- Born: Hermann 10 May 1858 Stuttgart, Kingdom of Württemberg
- Died: 1905 Ventimiglia, Italy
- Known for: Painter
- Notable work: "Vallone del Sasso" "Pomeriggio a Bordighera"

= Hermann Nestel =

German painter

Herman Nestel (1858-1905) was a German painter.

==Biography==
Hermann Nestel was born in Stuttgart and, from an early age, showed a particular aptitude for the arts. He began his artistic training in his hometown and then moved to Munich and Berlin. Like many artists of the time, he made his trip to Italy to complete his training.

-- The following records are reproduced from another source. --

import fs from "node:fs";

export interface ProcessInfo {
  pid: number;
  ppid: number;
  /** "Z" for a zombie: dead, only not yet reaped. */
  state: string;
  command: string;
}

function processInfo(pid: number): ProcessInfo | null {
  try {
    // /proc/<pid>/stat: "pid (comm) state ppid …"; comm may hold spaces, so split after its ")".
    const stat = fs.readFileSync(`/proc/${pid}/stat`, "utf8");
    const [state = "?", ppid] = stat.slice(stat.lastIndexOf(")") + 2).split(" ");
    const command = fs.readFileSync(`/proc/${pid}/cmdline`, "utf8").split("\0").join(" ").trim();
    return { pid, ppid: Number(ppid), state, command };
  } catch {
    return null; // gone meanwhile
  }
}

/** Every live process below `root` (Linux /proc), parents before children. */
export function descendants(root: number): ProcessInfo[] {
  const all = fs
    .readdirSync("/proc")
    .filter((name) => /^\d+$/.test(name))
    .map((name) => processInfo(Number(name)))
    .filter((p): p is ProcessInfo => p !== null);
  const out: ProcessInfo[] = [];
  const frontier = [root];
  while (frontier.length > 0) {
    const parent = frontier.shift();
    for (const p of all.filter((q) => q.ppid === parent)) {
      out.push(p);
      frontier.push(p.pid);
    }
  }
  return out;
}

/** The pid of the Next.js server that `npm start` (started as `root`) runs: the process that holds the database. */
export function nextServerPid(root: number): number {
  const server = descendants(root).find((p) => /next(\/dist\/bin\/next)? start\b|next-server/.test(p.command));
  if (!server) throw new Error(`no Next.js server below process ${root}: ${JSON.stringify(descendants(root))}`);
  return server.pid;
}

export function isAlive(pid: number): boolean {
  const p = processInfo(pid);
  return p !== null && p.state !== "Z";
}
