import { useId, type InputHTMLAttributes, type ReactNode, type SelectHTMLAttributes, type TextareaHTMLAttributes } from "react";

export const inputClass =
  "block w-full rounded-md border border-rule-strong bg-white px-3 py-2 text-sm text-ink shadow-inner placeholder:text-ink-soft/60 aria-invalid:border-danger aria-invalid:bg-danger-wash";

interface FieldShellProps {
  label: string;
  hint?: ReactNode;
  errors?: string[];
  children: (ids: { id: string; describedBy: string | undefined; invalid: boolean }) => ReactNode;
}

/** Label, control, hint and field errors wired together for screen readers. */
export function FieldShell({ label, hint, errors, children }: FieldShellProps) {
  const id = useId();
  const hintId = hint ? `${id}-hint` : undefined;
  const errorId = errors?.length ? `${id}-error` : undefined;
  const describedBy = [hintId, errorId].filter(Boolean).join(" ") || undefined;
  return (
    <div className="space-y-1">
      <label htmlFor={id} className="block text-sm font-medium text-ink">
        {label}
      </label>
      {children({ id, describedBy, invalid: Boolean(errorId) })}
      {hint ? (
        <p id={hintId} className="text-xs text-ink-soft">
          {hint}
        </p>
      ) : null}
      {errorId ? (
        <p id={errorId} className="text-xs font-medium text-danger" role="alert">
          {errors?.join(" ")}
        </p>
      ) : null}
    </div>
  );
}

type Common = { label: string; hint?: ReactNode; errors?: string[] };

export function TextField({ label, hint, errors, className = "", ...props }: Common & InputHTMLAttributes<HTMLInputElement>) {
  return (
    <FieldShell label={label} hint={hint} errors={errors}>
      {({ id, describedBy, invalid }) => (
        <input id={id} aria-describedby={describedBy} aria-invalid={invalid || undefined} className={`${inputClass} ${className}`} {...props} />
      )}
    </FieldShell>
  );
}

export function SelectField({ label, hint, errors, className = "", children, ...props }: Common & SelectHTMLAttributes<HTMLSelectElement>) {
  return (
    <FieldShell label={label} hint={hint} errors={errors}>
      {({ id, describedBy, invalid }) => (
        <select id={id} aria-describedby={describedBy} aria-invalid={invalid || undefined} className={`${inputClass} ${className}`} {...props}>
          {children}
        </select>
      )}
    </FieldShell>
  );
}

export function TextAreaField({ label, hint, errors, className = "", ...props }: Common & TextareaHTMLAttributes<HTMLTextAreaElement>) {
  return (
    <FieldShell label={label} hint={hint} errors={errors}>
      {({ id, describedBy, invalid }) => (
        <textarea id={id} aria-describedby={describedBy} aria-invalid={invalid || undefined} className={`${inputClass} ${className}`} {...props} />
      )}
    </FieldShell>
  );
}
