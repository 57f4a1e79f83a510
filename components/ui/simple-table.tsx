import type { ReactNode } from "react";

export interface SimpleHeader {
  key: string;
  label: ReactNode;
  right?: boolean;
}

/** Class for a body cell of a SimpleTable; `right` for numbers. */
export function cellClass(right = false): string {
  return `border-b border-rule/60 px-3 py-2 ${right ? "text-right tabular-nums" : ""}`;
}

/**
 * A small table rendered whole (no server paging): a start-page block, a preview, a list of tens.
 * `boxed` gives it the sheet and border the paged tables have.
 */
export function SimpleTable({ caption, headers, boxed = false, children }: { caption: string; headers: SimpleHeader[]; boxed?: boolean; children: ReactNode }) {
  return (
    <div className={`overflow-x-auto ${boxed ? "rounded-lg border border-rule bg-sheet" : ""}`}>
      <table className="min-w-full text-sm">
        <caption className="sr-only">{caption}</caption>
        <thead className={`text-left text-xs uppercase tracking-wide text-ink-soft ${boxed ? "bg-paper" : ""}`}>
          <tr>
            {headers.map((h) => (
              <th key={h.key} scope="col" className={`border-b border-rule px-3 py-2 font-semibold ${h.right ? "text-right" : ""}`}>
                {h.label}
              </th>
            ))}
          </tr>
        </thead>
        <tbody>{children}</tbody>
      </table>
    </div>
  );
}

/** Headers from plain labels; a label ending in "#" is right-aligned (a number column), without the "#". */
export function headersOf(...labels: string[]): SimpleHeader[] {
  return labels.map((label) => (label.endsWith("#") ? { key: label, label: label.slice(0, -1), right: true } : { key: label, label }));
}
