/**
 * Prints, as one JSON line, what the database holds for the given runs (status, error, result
 * row counts), read straight from the tables. For tests that look at a data directory while no
 * server holds it, e.g. right after the server was killed.
 * Usage: KNEEPOINT_DATA_DIR=<dir> tsx --conditions=react-server tests/e2e/support/stored-runs-cli.ts <runId>...
 */
import { runMain, withDatabase } from "@/lib/cli/with-database";
import { storedRun, type StoredRun } from "../../robustness/support/result-rows";

runMain(async () => {
  const ids = process.argv.slice(2);
  const runs = await withDatabase(async (db) => {
    const out: Record<string, StoredRun | null> = {};
    for (const id of ids) out[id] = await storedRun(db, id);
    return out;
  });
  process.stdout.write(`${JSON.stringify(runs)}\n`);
});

In 1882 he was commissioned by the German Wilhelm Spemann to illustrate the Ligurian and French coasts, from Nice to La Spezia. The drawings of Nestel were used to illustrate the book "Die Riviera", written by Woldemar Kaden.

In 1887 he decided to settle in Bordighera. There, he met the botanist and landscape architect Ludwig Winter with whom he became friend. In Bordighera, he continued to collaborate with German publishers, in particular with the magazines "Gartenlaube" and "Über Land und Meer".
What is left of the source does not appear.